C++ indexed example:

char line[80];
int i;

i = 0;                    // 0 is index of first element of line
cin >> line[i];           // read a character into first element of line
while (line[i] != '\n')   // read characters until end of line is reached
{
   ++i;                   // increment to index of next element of line
   cin >> line[i];        // read next character
}

++i;                      // tack on a null character
line[i] = '\0';

i = 0;                    // print the line just read
while (line[i] != '\0')
{
   cout << line[i];
   ++i;
}

1. Remember: line[i] = *(line + i * sizeof(char)).

2. line = &line[0].

3. Base address, index.

C++ pointer example:

char line[80];
char *cp;

cp = line;            // cp points to first element of line
cin >> *cp;           // read a character into first element of line
while (*cp != '\n')   // read characters until end of line is reached
{
   ++cp;              // increment pointer to next element of line
   cin >> *cp;        // read next character
}

++cp;                 // tack on a null character
*cp = '\0';

cp = line;            // print the line just read
while (*cp != '\0')
{
   cout << *cp;
   ++cp;
}

SAL example:

1. la corresponds to &.

2. m[cp] corresponds to *cp.

3. SAL code:

                  .data
   line:          .byte '\0':80           # note how array declared
                                          # initialization value not too
                                          # important
   cp:            .word
   
                  .text
   __start:       la cp, line
                  get m[cp]
   while1:
                  beq m[cp], '\n', ewhile1
                  add cp, cp, 1
                  get m[cp]
                  b while1
   
   ewhile1:
                  add cp, cp, 1
                  move m[cp], '\0'
   
                  la cp, line
   while2:
                  beq m[cp], '\0', ewhile2
                  put m[cp]
                  add cp, cp, 1
                  b while2
   
   ewhile2:
                  done
   

Memory accessed by Word

1. int = one memory word.

2. Use M rather than m.

3. Remember, word addresses increase by 4.
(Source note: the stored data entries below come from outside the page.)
def test_bars_of_the_slab_raise_nothing_but_the_top_in_tension() -> None:
    """Not shear, not sagging, not longitudinal tension where they lie farther out."""
    (plain, _), (far, _), (near, _) = (rated(flanged(*bars)) for bars in ((), (FAR,), (NEAR,)))
    for name in ("moment_resistance", "shear_depth", "tension_area", "web_width"):
        for one, other in (("sagging", "sagging"), ("hogging", "hogging")):
            least = [getattr(getattr(b.prepared, one), name).max() for b in (plain, far, near)]
            assert least == pytest.approx([least[0]] * 3), (other, name)
    force = [b.prepared.tension_force(top=True).max() for b in (plain, far, near)]
    assert force[1] == pytest.approx(force[0])
    assert force[2] == pytest.approx(force[0] + 0.85 * 400.0 * 200.0)
    assert [b.prepared.tension_force(top=False).max() for b in (far, near)] == pytest.approx(
        [plain.prepared.tension_force(top=False).max()] * 2
    )
    strength = [b.prepared.top_in_flexure.moment_resistance.max() for b in (plain, far, near)]
    assert strength[1] == pytest.approx(strength[2])
    assert strength[1] > 1.2 * strength[0]


def test_low_bars_near_the_web_give_less_of_their_force() -> None:
    """The tension is M / dv with dv to the beam's own bars, 0.9 x 540; to all of them it is less:
    d = (600 x 540 + 200 x 465) / 800 = 521.25."""
    batch, _ = rated(flanged(of_slab(220.0, "near web", z=465.0)))
    force = batch.prepared.tension_force(top=True).max()
    assert force == pytest.approx(0.85 * 400.0 * 800.0 * 521.25 / 540.0)


def test_bars_of_the_slab_count_with_no_more_than_the_greatest_yield() -> None:
    """Wire of 600 MPa counts as if it had the 500 MPa of 8.5.1, and makes nothing else doubtful."""
    made = flanged(FAR)
    found = []
    for strength in (500.0, 600.0):
        yields = (*made.bar_yield[:-1], Given(strength, "test"))
        batch, (answer,) = rated(replace(made, bar_yield=yields))
        found.append((batch.prepared.top_in_flexure.moment_resistance.max(), answer.verdict))
    assert found[0] == found[1]
    assert found[0][0] > 0.0
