"""Outlines between two others whose corners correspond, as a beam has them along a taper."""

from __future__ import annotations

from collections.abc import Sequence

Ring = Sequence[tuple[float, float]]
Rings = tuple[tuple[tuple[float, float], ...], ...]


def rings_between(first: Sequence[Ring], last: Sequence[Ring], share: float) -> Rings:
    """Rings part of the way from one outline to another.

    Parameters
    ----------
    first, last
        Rings of points (y, z) [mm], each corner of the one at the place of its like.
    share
        0 gives the first, 1 the last.

    Returns
    -------
    Rings

    Examples
    --------
    >>> rings_between([[(0, 0), (200, 0), (0, 300)]], [[(0, 0), (300, 0), (0, 500)]], 0.5)
    (((0.0, 0.0), (250.0, 0.0), (0.0, 400.0)),)
    """
    return tuple(
        tuple(
            (y0 + (y1 - y0) * share, z0 + (z1 - z0) * share)
            for (y0, z0), (y1, z1) in zip(one, other, strict=True)
        )
        for one, other in zip(first, last, strict=True)
    )


def bounds(rings: Sequence[Ring]) -> tuple[float, float, float, float]:
    """Least y, greatest y, least z and greatest z of an outline [mm].

    Examples
    --------
    >>> bounds([[(-100.0, 0.0), (100.0, 0.0), (0.0, 300.0)]])
    (-100.0, 100.0, 0.0, 300.0)
    """
    ys, zs = zip(*(point for ring in rings for point in ring), strict=True)
    return min(ys), max(ys), min(zs), max(zs)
A SAL program to read 10 ints, sort them into ascending order, and print the sorted list:

               .data
data:          .word 12:10
ptr:           .word
nptr:          .word
i:             .word
k:             .word                   # don't use j
temp:          .word
prompt:        .asciiz "? "
nl:            .asciiz "\n"

               .text
__start:
               la ptr, data
               move i, 10
while1:                                # read 10 ints
               beqz i, ewhile1
               puts prompt
               get M[ptr]
               sub i, i, 1
               add ptr, ptr, 4
               b while1

ewhile1:
               move i, 9
while2:                                # outer loop of bubble sort
               beqz i, ewhile2
               la ptr, data
               mul temp, 8, 4
               add ptr, ptr, temp      # ptr points to next to last
                                       # element in data
               move k, i

while3:                                # inner loop of bubble sort
               beqz k, ewhile3
               add nptr, ptr, 4        # nptr points to next element
                                       # beyond ptr
                                       
if1:                                   # compare & swap
               ble M[ptr], M[nptr], eif1
               move temp, M[ptr]
               move M[ptr], M[nptr]
               move M[nptr], temp
eif1:
               sub k, k, 1
               move nptr, ptr
               sub ptr, ptr, 4
               b while3
ewhile3:
               sub i, i, 1
               b while2
ewhile2:





               la ptr, data
               move i, 10
while4:                                # write 10 ints
               beqz i, ewhile4
               put M[ptr]
               puts nl
               sub i, i, 1
               add ptr, ptr, 4
               b while4

ewhile4:
               done

Multi-Dimensional Arrays

Consider the two-dimensional array:

int data[3][4];

Conceptually:

How is it mapped onto the 1-D memory?

1. Row major order:

   

   1. C stores arrays in row major order.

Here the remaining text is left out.